‘What does the Middle East want from the US, and what does Washington want?’

“Let it please not be mistaken that, when we make a critical analysis of our countries in the Middle East, especially on what is going on in Egypt, to our American friends, or the defenders of democracy and human rights, this is not an invitation for the U.S. to once again intervene in our affairs or to support other partners against the dictators they have supported so far.

“It is no secret that the U.S. has only supported dictators and the strong despotic enemies of democracy, and therefore, it constitutes the biggest obstacle against the development of democracy in our countries. That is why, coup plotters and possible dictators turning to the U.S. for approval and asking for their support is no unusual occurrence.

“However, we don’t mean here to suggest that the U.S. should change their partners and start supporting the people instead of the dictators. What we want from the U.S. is for it to stop supporting the enemies of democracy in our countries, and refrain from any intervention which would interrupt the development of democracy in our country. Otherwise, if they let them be, our people too are on the way to achieve democracy, human rights, honor, and freedom.

“However, the greatest barrier hindering such demands is the incomprehensible investment the U.S. and the other Western countries have made to the anti-democracy groups in our countries.”

In summary, this is what famous Egyptian political scientist Prof. Saifuddin Abdulfettah and the leader of Ghad al Thawra Liberal Party Ayman Nour said in “The Middle East Policy of the US: Visions and Transformations” forum, which were also repeated by me. The forum was organized by the U.S.-based National Interest Foundation, the events of which slain Saudi journalist Jamal Khashoggi also attended and made speeches in the past, and the Strategic Think Tank Society. It was a good example of a rare event that brought together important participants from America and the Middle East that discussed the U.S.

While names such as Karen Attiah, the editor of Jamal Khashoggi’s columns and one of the influential journalists of the Washington Post who also played an important role in the Khashoggi case finding a place in the Washington Post and the U.S. agenda, the former president of the Republican Party, former congressmen James Moran, Nick Rahall, Doug Bandow from the Huffington Post, and Haled El Gindy from the Brooking Institute attended the event, the chief editor of the Mujtema journal of Kuwait Mohammad el-Rashid and Abdullah al-Sahgy from Kuwait University were also present.

Dr. Talha Köse, Dr. Bilgehan Ayık, Dr. Hakkı Uygur and Prof. Muhiddin Ataman were among the lecturers of the panel from Turkey, many auditors attended the six sessions and analyzed the U.S.’s Middle East policies.

Among the subjects discussed in the summit, the most prominent ones were the Jamal Khashoggi case, Trump’s declaration that, amid the ongoing Israeli occupation in Golan Heights since 1967, it will finally be recognized as Israel’s territory, and the U.S.’s attitude regarding the recent developments in the Middle East in general, Egypt in particular.
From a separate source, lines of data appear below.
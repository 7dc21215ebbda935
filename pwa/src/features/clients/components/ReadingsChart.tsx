import { useEffect, useRef, useState } from 'react';
import type uPlot from 'uplot';
import type { ReadingsHistory } from '../model/readings';

/** Colours from the theme, read when drawing so the dark theme gets its own. */
function themeColour(name: string, fallback: string): string {
  const value = getComputedStyle(document.documentElement).getPropertyValue(name).trim();
  return value || fallback;
}

/** Line colours and dash patterns: neighbouring panels differ in both, not colour alone. */
const PALETTE = ['#00626b', '#8a4b00', '#6b2fa3', '#185c32', '#a3001b', '#1f4fbf', '#5c5c00'];
const DASHES: number[][] = [[], [8, 4], [2, 3]];

/**
 * Each panel's film thickness over the vehicle's visits as lines (uPlot, loaded only when a
 * vehicle's history is opened, so it never weighs on the sign-in or Today screens). A
 * picture only: `summary` is its text alternative and the table below has every number.
 */
export function ReadingsChart({
  history,
  summary,
  fromUm,
  unitSymbol,
}: {
  history: ReadingsHistory;
  summary: string;
  /** µm → the business's unit. */
  fromUm: (um: number) => number;
  unitSymbol: string;
}) {
  const host = useRef<HTMLDivElement>(null);
  const [failed, setFailed] = useState(false);

  useEffect(() => {
    const el = host.current;
    if (!el || history.visits.length === 0) return;
    let chart: uPlot | null = null;
    let observer: ResizeObserver | null = null;
    let cancelled = false;
    void (async () => {
      try {
        const [{ default: UPlot }] = await Promise.all([
          import('uplot'),
          import('uplot/dist/uPlot.min.css'),
        ]);
        if (cancelled) return;
        const ink = themeColour('--pp-ink-2', '#3a4657');
        const line = themeColour('--pp-line', '#3a4657');
        const width = () => Math.max(240, el.clientWidth);
        const xs = history.visits.map((v) => v.atMs / 1000);
        const day = 86_400;
        const [first, last] = [xs[0]!, xs[xs.length - 1]!];
        const pad = last - first < day ? day : (last - first) * 0.05;
        chart = new UPlot(
          {
            width: width(),
            height: 260,
            legend: { show: true, live: false },
            cursor: { show: false },
            select: { show: false, left: 0, top: 0, width: 0, height: 0 },
            scales: {
              x: { time: true, range: [first - pad, last + pad] },
              y: {
                range: (_u, min, max) => [
                  Math.max(0, Math.floor((min - 10) / 10) * 10),
                  Math.ceil((max + 10) / 10) * 10,
                ],
              },
            },
            axes: [
              {
                stroke: ink,
                grid: { show: false },
                ticks: { stroke: line },
                // Whole days at least, in the phone's own words ("3 May"), not uPlot's US style.
                incrs: [1, 2, 7, 14, 30, 91, 182, 365].map((d) => d * 86_400),
                values: (_u, splits) =>
                  splits.map((s) =>
                    new Date(s * 1000).toLocaleDateString(undefined, {
                      day: 'numeric',
                      month: 'short',
                    }),
                  ),
              },
              {
                stroke: ink,
                size: 64,
                label: unitSymbol,
                grid: { stroke: line, width: 0.5 },
                ticks: { stroke: line },
              },
            ],
            series: [
              {},
              ...history.panels.map((p, i) => ({
                label: p.label,
                stroke: PALETTE[i % PALETTE.length]!,
                dash: DASHES[Math.floor(i / PALETTE.length) % DASHES.length]!,
                width: 2,
                spanGaps: true,
                points: { show: true, size: 8 },
              })),
            ],
          },
          [xs, ...history.panels.map((p) => p.values.map((v) => (v === null ? null : fromUm(v))))],
          el,
        );
        observer = new ResizeObserver(() => chart?.setSize({ width: width(), height: 260 }));
        observer.observe(el);
      } catch {
        if (!cancelled) setFailed(true);
      }
    })();
    return () => {
      cancelled = true;
      observer?.disconnect();
      chart?.destroy();
    };
  }, [history, fromUm, unitSymbol]);

  return (
    <figure className="pp-office-chart" style={{ margin: 0 }}>
      <div ref={host} role="img" aria-label={summary} data-testid="readings-chart" />
      <figcaption className="pp-field__hint">
        {failed ? 'The chart could not be drawn; the table below has the same numbers.' : summary}
      </figcaption>
    </figure>
  );
}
To tell the truth, despite the expectation that a message would be given to the U.S. to support democratic actors in the Middle East, almost all participants from Middle Eastern countries asserted that they don’t want the U.S.’s support.

The sociological dynamics of the Middle Eastern people are already forcing society towards democratization and freedoms. As long as the U.S. stays away.

The U.S. and EU which affix great importance to democracy in their own territories have a tendency to strangle any democratic development taking place in Muslim societies, since they see its existence in these societies as a threat against their own interests. Moreover, they also keep asking the question of why democracy cannot exist in the Muslim world, channeling social science circles and the public opinion.

We don’t expect anything from the U.S. But they should also know that the current Middle East policy is not serving their interests either. Because the Middle East is greater than Israel, unlike the U.S.’s position and Israel-centric policies indicate. The Middle East isn’t just about Israel. As Israel is doomed to fail as long as it continues making enemies of all the peoples of the Middle East, it is going to take the U.S. with it.

However, the question Bush Jr. asked right after the September 11 attacks is still there to guide the U.S. to revise its vision. “Why do they hate us so badly?” They don’t need to search far to find the answer.

The fact that the U.S. policies in the Middle East are completely reduced to Israel’s security concerns and interests is destroying the future that the U.S. has in the region.

While the U.S. is straining its credit for the sake of Israel, its reliability and consistency in issues such as democracy, human rights and freedoms, and its neutral position as a superpower, it is also destroying all friendly relations.

Of course, for now, the dictators they support seem very friendly with them since they owe their existence to the U.S. But Washington should realize that neither those dictators have a future in the region, nor is there anything good coming out from standing on their side.

Moreover, by supporting them, they also support all the crimes they commit against humanity, and this creates more hatred among the peoples of the region. Exactly, for this reason, the U.S. is about to lose the moral and prestigious position it once had for being a superpower. The fact that it is not the center for democratic or modern values anymore clearly proves this.

In short, the U.S. is paying heavy prices for Israel. Unfortunately, they are not even aware of this.